*** Opening THE DATA ***
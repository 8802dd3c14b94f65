"""findings.json: written as given, and described exactly by docs/findings.schema.json."""

from __future__ import annotations

import copy
import json
import math
from pathlib import Path

import jsonschema
import pytest

from sigreport.report.writer import findings_json

SCHEMA_PATH = Path(__file__).resolve().parents[2] / "docs" / "findings.schema.json"


@pytest.fixture(scope="module")
def validator() -> jsonschema.Draft202012Validator:
    schema = json.loads(SCHEMA_PATH.read_text(encoding="utf-8"))
    # jsonschema's own meta-schema check: the schema itself is valid draft 2020-12.
    jsonschema.Draft202012Validator.check_schema(schema)
    return jsonschema.Draft202012Validator(schema)


def test_written_findings_validate_and_equal_the_input(report_dir, findings, validator):
    # report_dir was written from the same (deterministic) fixture findings.
    written = json.loads((report_dir / "findings.json").read_text(encoding="utf-8"))
    validator.validate(written)
    assert written == findings


def test_findings_json_round_trips_exactly(findings):
    text = findings_json(findings)
    assert json.loads(text) == findings
    assert text.endswith("\n") and text.startswith('{\n  "schema"')  # indent 2


def test_signal_roles_are_written_in_reading_order(findings):
    lesion = json.loads(findings_json(findings))["lesions"][0]
    assert list(lesion["signal"]) == ["T1", "T1FS", "T2", "FLAIR", "T1POST"]
    assert list(findings["lesions"][0]["signal"])[0] == "T2"  # the input is left untouched


def test_nan_is_refused_not_written(findings):
    findings["lesions"][0]["volume_ml"] = math.nan
    with pytest.raises(ValueError, match="Out of range float values"):
        findings_json(findings)


def test_the_contract_example_validates(validator):
    # The findings.json example of the contract (docs/usage.md), verbatim in its values.
    example = {
        "schema": "sigreport-findings/2",
        "tool": {"name": "sigreport", "version": "0.1.0"},
        "study": {"study_instance_uid": "1.2.3", "study_date": "20261201", "accession_number": "A1"},
        "series": [
            {
                "role": "T2", "series_instance_uid": "1.2.3.4", "series_number": 3,
                "description": "...", "role_reason": "TR 4000 ms, TE 100 ms, no inversion",
                "alignment": {"method": "identity", "translation_mm": [0, 0, 0], "rotation_deg": 0.0},
            }
        ],
        "rois": [{"id": "R1", "kind": "reference", "tissue": "white matter", "volume_ml": 0.52}],
        "lesions": [
            {
                "id": "L1", "site": "right frontal white matter", "reference": "R1",
                "volume_ml": 0.9, "max_diameter_mm": 12.0,
                "signal": {
                    "T2": {"n_voxels": 412, "mean": 812.3, "median": 809.0, "sd": 40.1,
                           "p05": 745.0, "p95": 880.0, "ratio": 2.41, "grade": "hyperintense"}
                },
                "enhancement": {"pre": "T1", "post": "T1POST", "percent": 84.0,
                                "enhancing": True, "pattern": "rim"},
                "suppression": {
                    "fluid": {"from": "T2", "to": "FLAIR", "drop_percent": 91.0, "suppressed": True},
                    "fat": {"from": "T1", "to": "T1FS", "drop_percent": 4.0, "suppressed": False},
                },
                "flow_void": False,
                "behaviour": ["follows-fluid"],
            }
        ],
        "qc": [{"level": "warning", "code": "fat-suppression-failed", "message": "..."}],
        "cautions": ["Draft for review by the reporting radiologist; not a diagnosis."],
    }  # fmt: skip
    validator.validate(example)


@pytest.mark.parametrize(
    ("path", "value"),
    [
        (("lesions", 0, "signal", "T3"), None),  # not a Role value
        (("lesions", 0, "signal", "T2", "grade"), "bright"),
        (("lesions", 0, "enhancement", "pattern"), "ring"),
        (("lesions", 0, "suppression", "water"), None),
        (("qc", 0, "level"), "fatal"),
        (("schema",), "sigreport-findings/1"),
        (("cautions",), []),
        (("unexpected",), 1),
    ],
)
def test_schema_rejects_what_the_contract_does_not_allow(findings, validator, path, value):
    validator.validate(findings)  # valid before the change
    broken = copy.deepcopy(findings)
    target = broken
    for key in path[:-1]:
        target = target[key]
    target[path[-1]] = value
    with pytest.raises(jsonschema.ValidationError):
        validator.validate(broken)


def test_schema_allows_the_optional_fields(findings, validator):
    findings["lesions"][0]["suppression"]["fat"] = None
    findings["lesions"][0]["enhancement"]["raw_percent"] = 12.5
    findings["rois"][0]["snr"]["FLAIR"] = None
    findings["rois"][1]["drop_percent"] = None
    findings["series"][0]["anchor"] = True
    findings["generated"] = "2026-12-01T10:00:00+00:00"
    validator.validate(findings)
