"""Stack geometry and pixel values of classic series against DICOM PS3.3 C.7.6.2.1.1 and
SimpleITK's own ImageSeriesReader (GDCM)."""

from __future__ import annotations

from pathlib import Path

import numpy as np
import pytest
import SimpleITK as sitk

from sigreport.ingest import index_study, load_stack

from builders.dicom import AXIAL, CORONAL, SAGITTAL, rotation, write_classic_series


def _volume(shape: tuple[int, int, int], seed: int = 1) -> np.ndarray:
    rng = np.random.default_rng(seed)
    return rng.integers(0, 3000, size=shape, dtype=np.int16)


def _only_stack(folder: Path):
    index = index_study(folder)
    assert len(index.stacks) == 1, [s.key for s in index.stacks]
    assert index.skipped == ()
    return index.stacks[0]


def test_axial_voxels_worked_by_hand(tmp_path: Path) -> None:
    stored = _volume((5, 4, 6))
    write_classic_series(tmp_path, stored, origin=(-100.0, -120.0, 30.0), spacing=(0.5, 0.8, 3.0))
    stack = _only_stack(tmp_path)
    image = load_stack(stack)
    # PS3.3 C.7.6.2.1.1: P = S + X * di * i + Y * dj * j (+ normal * dk * k for the stack), with
    # X = (1, 0, 0), Y = (0, 1, 0) for an axial stack, di = column spacing = PixelSpacing[1].
    # Worked by hand: voxel (i=2, j=3, k=4) -> (-100 + 2*0.5, -120 + 3*0.8, 30 + 4*3).
    assert image.TransformIndexToPhysicalPoint((2, 3, 4)) == pytest.approx((-99.0, -117.6, 42.0))
    assert image.TransformIndexToPhysicalPoint((0, 0, 0)) == pytest.approx((-100.0, -120.0, 30.0))
    assert stack.size == (6, 4, 5)
    assert stack.spacing_mm == pytest.approx((0.5, 0.8, 3.0))
    assert image.GetPixelID() == sitk.sitkFloat32
    # Pixel (i, j, k) is stored[k, j, i]: numpy's (slice, row, column) order (SimpleITK docs).
    assert sitk.GetArrayViewFromImage(image)[4, 3, 2] == stored[4, 3, 2]


def test_coronal_voxels_worked_by_hand(tmp_path: Path) -> None:
    stored = _volume((3, 4, 5))
    write_classic_series(tmp_path, stored, origin=(10.0, 20.0, 30.0), spacing=(1.0, 2.0, 4.0),
                         direction=CORONAL)  # fmt: skip
    image = load_stack(_only_stack(tmp_path))
    # PS3.3 C.7.6.2.1.1 with row direction X = (1, 0, 0), column direction Y = (0, 0, -1):
    # voxel (i=1, j=2, k=2) -> (10 + 1*1, 20 + 2*4 (normal +y), 30 - 2*2).
    assert image.TransformIndexToPhysicalPoint((1, 2, 2)) == pytest.approx((11.0, 28.0, 26.0))
    assert np.array_equal(sitk.GetArrayFromImage(image), stored.astype(np.float32))


GEOMETRIES = {
    "axial": AXIAL,
    "coronal": CORONAL,
    "sagittal": SAGITTAL,
    "oblique": rotation((1.0, 2.0, 0.5), 23.0),
}


@pytest.mark.parametrize("name", sorted(GEOMETRIES))
def test_matches_simpleitk_image_series_reader(tmp_path: Path, name: str) -> None:
    stored = _volume((7, 9, 8), seed=3)
    write_classic_series(tmp_path, stored, origin=(-40.5, 12.25, -7.0), spacing=(0.9, 1.1, 2.5),
                         direction=GEOMETRIES[name], rescale=(2.5, -100.0), seed=7)  # fmt: skip
    stack = _only_stack(tmp_path)
    ours = load_stack(stack)

    # Oracle: SimpleITK's own DICOM series reader (GDCM sorts by position and applies the
    # rescale).
    reader = sitk.ImageSeriesReader()
    reader.SetFileNames(reader.GetGDCMSeriesFileNames(str(tmp_path)))
    theirs = reader.Execute()
    assert ours.GetSize() == theirs.GetSize()
    assert ours.GetOrigin() == pytest.approx(theirs.GetOrigin(), abs=1e-4)
    assert ours.GetSpacing() == pytest.approx(theirs.GetSpacing(), abs=1e-4)
    assert ours.GetDirection() == pytest.approx(theirs.GetDirection(), abs=1e-6)
    np.testing.assert_allclose(
        sitk.GetArrayFromImage(ours), sitk.GetArrayFromImage(theirs), rtol=0, atol=1e-3
    )
    # And against the values written: stored * slope + intercept, slice k in spatial order.
    np.testing.assert_allclose(sitk.GetArrayFromImage(ours), stored * 2.5 - 100.0, atol=1e-3)
    # The stack's own fields are the image's geometry (interface of load_stack).
    assert ours.GetOrigin() == pytest.approx(stack.origin_mm)
    assert ours.GetDirection() == pytest.approx(stack.direction)


def test_order_comes_from_positions_not_instance_number_or_slice_location(tmp_path: Path) -> None:
    stored = _volume((6, 3, 3))
    n = stored.shape[0]
    # SliceLocation deliberately reversed and wrong: it must not be read for the order.
    write_classic_series(tmp_path, stored, spacing=(1.0, 1.0, 2.0), seed=11,
                         extra={"SliceLocation": "0"})  # fmt: skip
    stack = _only_stack(tmp_path)
    z = [ref.position_mm[2] for ref in stack.instances]
    assert z == sorted(z)
    assert [ref.instance_number for ref in stack.instances] != list(range(1, n + 1))
    assert np.array_equal(sitk.GetArrayFromImage(load_stack(stack)), stored.astype(np.float32))


def test_slice_spacing_from_positions_not_slice_thickness(tmp_path: Path) -> None:
    stored = _volume((4, 3, 3))
    # SliceThickness 5 mm but slices 3.5 mm apart (overlapping acquisition): spacing is 3.5.
    write_classic_series(tmp_path, stored, spacing=(1.0, 1.0, 3.5),
                         extra={"SliceThickness": "5"})  # fmt: skip
    stack = _only_stack(tmp_path)
    assert stack.spacing_mm[2] == pytest.approx(3.5)
    assert stack.acquisition.slice_thickness_mm == pytest.approx(5.0)
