def _sequence_family_truth(
    scn: Scenario,
    roi_id: str,
    ref_id: str,
    ratio: dict[Role, float],
    medians: dict[str, dict[Role, float]],
    phase_medians: dict[str, dict[int, float]],
    rules: dict[str, float],
) -> dict[str, Any]:
    """Expected diffusion, susceptibility, chemical-shift and dynamic values of one ROI from
    the noiseless model (the definitions of docs/measurements.md, applied to the truth)."""
    out: dict[str, Any] = {"expected": {}}
    hyper, hypo = rules["hyperintense_ratio"], rules["hypointense_ratio"]
    if Role.DWI in ratio and Role.ADC in ratio:
        bright = ratio[Role.DWI] >= hyper
        out["diffusion"] = {
            "dwi_ratio": round(ratio[Role.DWI], 6),
            "adc_ratio": round(ratio[Role.ADC], 6),
        }
        out["expected"]["restricted"] = bool(bright and ratio[Role.ADC] <= hypo)
        out["expected"]["shine_through"] = bool(bright and ratio[Role.ADC] > hypo)
    to = Role.SWI if Role.SWI in ratio else Role.T2STAR if Role.T2STAR in ratio else None
    if to is not None and Role.T2 in ratio and ratio[Role.T2] > 0:
        drop = 100.0 * (1.0 - ratio[to] / ratio[Role.T2])
        out["susceptibility"] = {"to": to.value, "drop_percent": round(drop, 3)}
        out["expected"]["blooming"] = bool(
            drop >= rules["blooming_drop_percent"] and ratio[to] <= hypo
        )
    if Role.IP in ratio and Role.OP in ratio and ratio[Role.IP] > 0:
        drop = 100.0 * (1.0 - ratio[Role.OP] / ratio[Role.IP])
        out["chemical_shift"] = {"drop_percent": round(drop, 3)}
        out["expected"]["microscopic_fat"] = bool(drop >= rules["microscopic_fat_drop_percent"])
    if Role.WATER in medians[roi_id] and Role.FAT in medians[roi_id]:
        w, f = medians[roi_id][Role.WATER], medians[roi_id][Role.FAT]
        cs = out.setdefault("chemical_shift", {})
        cs["fat_fraction_percent"] = round(100.0 * f / (w + f), 3) if w + f > 0 else None
    phases = sorted(
        (s for s in scn.series if s.delay_s is not None), key=lambda s: float(s.delay_s or 0.0)
    )
    if len(phases) >= 2:
        group = phases[0].group
        pre = next(
            (s for s in scn.series if s.group == group and not s.contrast and group is not None),
            None,
        )
        if pre is not None:

            def r(number: int) -> float:
                ref = phase_medians[ref_id][number]
                return phase_medians[roi_id][number] / ref if ref else 0.0

            first = float(phases[0].delay_s or 0.0)
            r_pre = r(pre.number)
            entries: list[dict[str, Any]] = [
                {
                    "series_number": s.number,
                    "delay_s": round(float(s.delay_s or 0.0) - first, 3),
                    "percent": round(100.0 * (r(s.number) / r_pre - 1.0), 3) if r_pre else None,
                }
                for s in phases
            ]
            early: list[float] = [
                float(e["percent"])
                for e in entries
                if e["delay_s"] <= rules["early_peak_delay_s"] and e["percent"] is not None
            ]
            last = entries[-1]["percent"]
            curve = None
            # A lesion that does not enhance has no curve type (docs/measurements.md).
            if early and last is not None and max(early) >= rules["enhancing_percent"]:
                peak = max(early)
                band = rules["curve_band_percent"] / 100.0 * abs(peak)
                curve = (
                    "persistent"
                    if last > peak + band
                    else "washout"
                    if last < peak - band
                    else "plateau"
                )
            out["dynamic"] = {"pre_series_number": pre.number, "phases": entries}
            out["expected"]["curve"] = curve
    return out
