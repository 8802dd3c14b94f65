"""table.csv: one row per lesion and role, with the lesion's enhancement and drops where they
apply; checked by reading the file back with Python's csv module (RFC 4180)."""

from __future__ import annotations

import csv

from sigreport.report.tables import COLUMNS, rows_to_csv, table_rows


def _read(report_dir):
    with (report_dir / "table.csv").open(newline="", encoding="utf-8") as handle:
        return list(csv.DictReader(handle))


def test_one_row_per_lesion_and_role(report_dir, findings):
    rows = _read(report_dir)
    expected = [(lesion["id"], role) for lesion in findings["lesions"] for role in lesion["signal"]]
    assert sorted((r["lesion"], r["role"]) for r in rows) == sorted(expected)
    assert len(rows) == 15
    required = {
        "lesion",
        "site",
        "role",
        "series_number",
        "n_voxels",
        "median",
        "ratio",
        "grade",
        "notes",
    }
    assert required <= set(rows[0])


def test_values_come_from_the_findings(report_dir, findings):
    rows = {(r["lesion"], r["role"]): r for r in _read(report_dir)}
    t2 = findings["lesions"][0]["signal"]["T2"]
    row = rows[("L1", "T2")]
    assert float(row["median"]) == t2["median"] and float(row["ratio"]) == t2["ratio"]
    assert row["grade"] == "hyperintense" and row["series_number"] == "4"
    assert int(row["n_voxels"]) == t2["n_voxels"]


def test_enhancement_and_drops_sit_on_their_rows(report_dir):
    rows = {(r["lesion"], r["role"]): r for r in _read(report_dir)}
    assert float(rows[("L3", "T1POST")]["enhancement_percent"]) == 84.0
    assert "rim" in rows[("L3", "T1POST")]["notes"]
    assert rows[("L3", "T1")]["enhancement_percent"] == ""
    assert float(rows[("L1", "FLAIR")]["fluid_drop_percent"]) == 91.1
    assert rows[("L1", "FLAIR")]["fat_drop_percent"] == ""
    assert float(rows[("L2", "T1FS")]["fat_drop_percent"]) == 80.0
    assert "unreliable" in rows[("L2", "T1FS")]["notes"]
    assert rows[("L1", "T2")]["fluid_drop_percent"] == ""


def test_unmeasured_role_has_a_row_that_says_so(report_dir):
    row = {(r["lesion"], r["role"]): r for r in _read(report_dir)}[("L2", "T1POST")]
    assert row["median"] == "" and row["ratio"] == ""
    assert "not measured" in row["notes"]


def test_free_text_cannot_become_a_spreadsheet_formula(findings):
    # OWASP "CSV injection": a cell starting with "=" is run by spreadsheets.
    findings["lesions"][0]["site"] = '=HYPERLINK("x")'
    text = rows_to_csv(table_rows(findings))
    rows = list(csv.DictReader(text.splitlines()))
    assert rows[0]["site"] == '\'=HYPERLINK("x")'
    assert list(rows[0]) == list(COLUMNS)
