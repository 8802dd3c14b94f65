"""Enhanced MR multi-frame files: functional groups, geometry, scaling, roles."""

from __future__ import annotations

from pathlib import Path

import numpy as np
import pydicom
import pytest
import SimpleITK as sitk

from sigreport.ingest import index_study, load_stack
from sigreport.model import Role

from builders.dicom import enhanced_dataset, rotation, save


def _stored(n: int = 4, rows: int = 5, cols: int = 6) -> np.ndarray:
    return np.arange(n * rows * cols, dtype=np.uint16).reshape(n, rows, cols) * 3 + 1


def _index_one(tmp_path: Path, ds: pydicom.Dataset):
    save(ds, tmp_path / "enhanced.dcm")
    index = index_study(tmp_path)
    assert index.skipped == ()
    assert len(index.stacks) == 1, [s.key for s in index.stacks]
    return index.stacks[0]


def test_geometry_and_shared_pixel_value_transformation(tmp_path: Path) -> None:
    direction = rotation((0.3, 1.0, 0.2), 17.0)
    stored = _stored()
    ds = enhanced_dataset(stored, origin=(5.0, -3.0, 12.0), spacing=(0.7, 0.9, 2.2),
                          direction=direction, rescale=(0.25, -5.0))  # fmt: skip
    stack = _index_one(tmp_path, ds)
    image = load_stack(stack)
    assert stack.size == (6, 5, 4)
    assert [ref.frame for ref in stack.instances] == [4, 3, 2, 1]  # frames written reversed
    # PS3.3 C.7.6.2.1.1 through the Plane Position / Orientation and Pixel Measures macros:
    # voxel (i, j, k) = origin + D @ (i * 0.7, j * 0.9, k * 2.2), D = the rotation written.
    expected = np.array([5.0, -3.0, 12.0]) + direction @ np.array([3 * 0.7, 2 * 0.9, 1 * 2.2])
    assert image.TransformIndexToPhysicalPoint((3, 2, 1)) == pytest.approx(tuple(expected))
    assert image.GetDirection() == pytest.approx(tuple(direction.ravel()))
    # Pixel Value Transformation (PS3.3 C.7.6.16.2.9): value = stored * slope + intercept.
    np.testing.assert_allclose(sitk.GetArrayFromImage(image), stored * 0.25 - 5.0, atol=1e-5)
    assert stack.scaling_key is not None
    assert stack.acquisition.echo_time_ms == 90.0
    assert stack.acquisition.repetition_time_ms == 4000.0
    assert stack.acquisition.mr_acquisition_type == "3D"


def test_per_frame_rescale(tmp_path: Path) -> None:
    stored = _stored()
    per_frame = [(1.0 + k, 2.0 * k) for k in range(4)]
    stack = _index_one(tmp_path, enhanced_dataset(stored, per_frame_rescale=per_frame))
    values = sitk.GetArrayFromImage(load_stack(stack))
    for k, (slope, intercept) in enumerate(per_frame):
        np.testing.assert_allclose(values[k], stored[k] * slope + intercept, atol=1e-4)
    assert stack.scaling_key is None  # frames differ


def test_real_world_value_mapping_takes_precedence(tmp_path: Path) -> None:
    stored = _stored()
    ds = enhanced_dataset(stored, rescale=(2.0, 0.0), rwvm=(0.001, 0.5))
    values = sitk.GetArrayFromImage(load_stack(_index_one(tmp_path, ds)))
    # PS3.3 C.7.6.16.2.11: the real-world value maps the stored value, not the rescaled one.
    np.testing.assert_allclose(values, stored * 0.001 + 0.5, rtol=1e-6)


def test_matches_highdicom_volume(tmp_path: Path) -> None:
    hd = pytest.importorskip("highdicom")
    direction = rotation((1.0, 0.0, 1.0), 30.0)
    stored = _stored(5, 7, 6)
    ds = enhanced_dataset(stored, origin=(1.0, 2.0, 3.0), spacing=(1.5, 1.25, 3.0),
                          direction=direction, rescale=(1.0, 0.0))  # fmt: skip
    path = save(ds, tmp_path / "enhanced.dcm")
    # Oracle: highdicom's own parser of multi-frame geometry (Image.get_volume).
    volume = hd.imread(path).get_volume()
    (stack,) = index_study(tmp_path).stacks
    ours = load_stack(stack)
    affine = volume.affine  # 4x4: (array index, 1) -> LPS point (highdicom Volume docs)
    theirs = volume.array
    ours_array = sitk.GetArrayViewFromImage(ours)
    assert sorted(theirs.shape) == sorted(ours_array.shape)
    # Each of highdicom's voxels must sit exactly on one of ours, holding the same value
    # (highdicom may order the axes differently; the patient-space mapping must agree).
    for index in np.ndindex(theirs.shape):
        point = (affine @ np.array([*index, 1.0]))[:3]
        continuous = ours.TransformPhysicalPointToContinuousIndex(tuple(point))
        assert np.allclose(continuous, np.round(continuous), atol=1e-4), (index, continuous)
        i, j, k = (int(round(v)) for v in continuous)
        assert ours_array[k, j, i] == pytest.approx(theirs[index])


def test_shared_and_per_frame_copy_of_one_group_is_a_warning(tmp_path: Path) -> None:
    ds = enhanced_dataset(_stored(), conflict_pixel_measures=True)
    stack = _index_one(tmp_path, ds)
    assert any("PixelMeasuresSequence is in both" in w for w in stack.warnings), stack.warnings


def test_contrast_and_fat_suppression_from_functional_groups(tmp_path: Path) -> None:
    ds = enhanced_dataset(
        _stored(),
        timing={"RepetitionTime": 550.0, "FlipAngle": 90.0},
        echo_time=12.0,
        modifier={"InversionRecovery": "NO", "SpectrallySelectedSuppression": "FAT"},
        contrast=True,
    )
    stack = _index_one(tmp_path, ds)
    assert stack.acquisition.contrast_agent == "Gadolinium"
    assert stack.acquisition.spectrally_selected_suppression == "FAT"
    assert stack.acquisition.inversion_recovery is False
    assert stack.acquisition.scanning_sequence == ("SE",)  # from EchoPulseSequence SPIN
    # Common practice: short TR / short TE spin echo, fat suppressed, after contrast.
    assert stack.role == Role.T1POSTFS, stack.role_reason


def test_flair_from_mr_modifier_inversion_times(tmp_path: Path) -> None:
    ds = enhanced_dataset(
        _stored(),
        timing={"RepetitionTime": 9000.0, "FlipAngle": 150.0},
        echo_time=120.0,
        modifier={"InversionRecovery": "YES", "InversionTimes": [2500.0]},
    )
    stack = _index_one(tmp_path, ds)
    assert stack.acquisition.inversion_time_ms == 2500.0
    assert stack.role == Role.FLAIR, stack.role_reason  # fluid-nulling TI (common practice)


def test_diffusion_b_value_from_mr_diffusion(tmp_path: Path) -> None:
    ds = enhanced_dataset(
        _stored(),
        timing={"RepetitionTime": 5000.0, "FlipAngle": 90.0},
        echo_time=80.0,
        b_value=1000.0,
        pulse={"EchoPulseSequence": "SPIN", "EchoPlanarPulseSequence": "YES"},
    )
    stack = _index_one(tmp_path, ds)
    assert stack.acquisition.b_value == 1000.0
    assert stack.role == Role.DWI, stack.role_reason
*** Closing THE DATA ***
# TASK OBJECTIVE
From the records above, copy each line where the word "EchoPulseSequence" can be found.

# WRITTEN RESPONSE
    assert stack.acquisition.scanning_sequence == ("SE",)  # from EchoPulseSequence SPIN
        pulse={"EchoPulseSequence": "SPIN", "EchoPlanarPulseSequence": "YES"},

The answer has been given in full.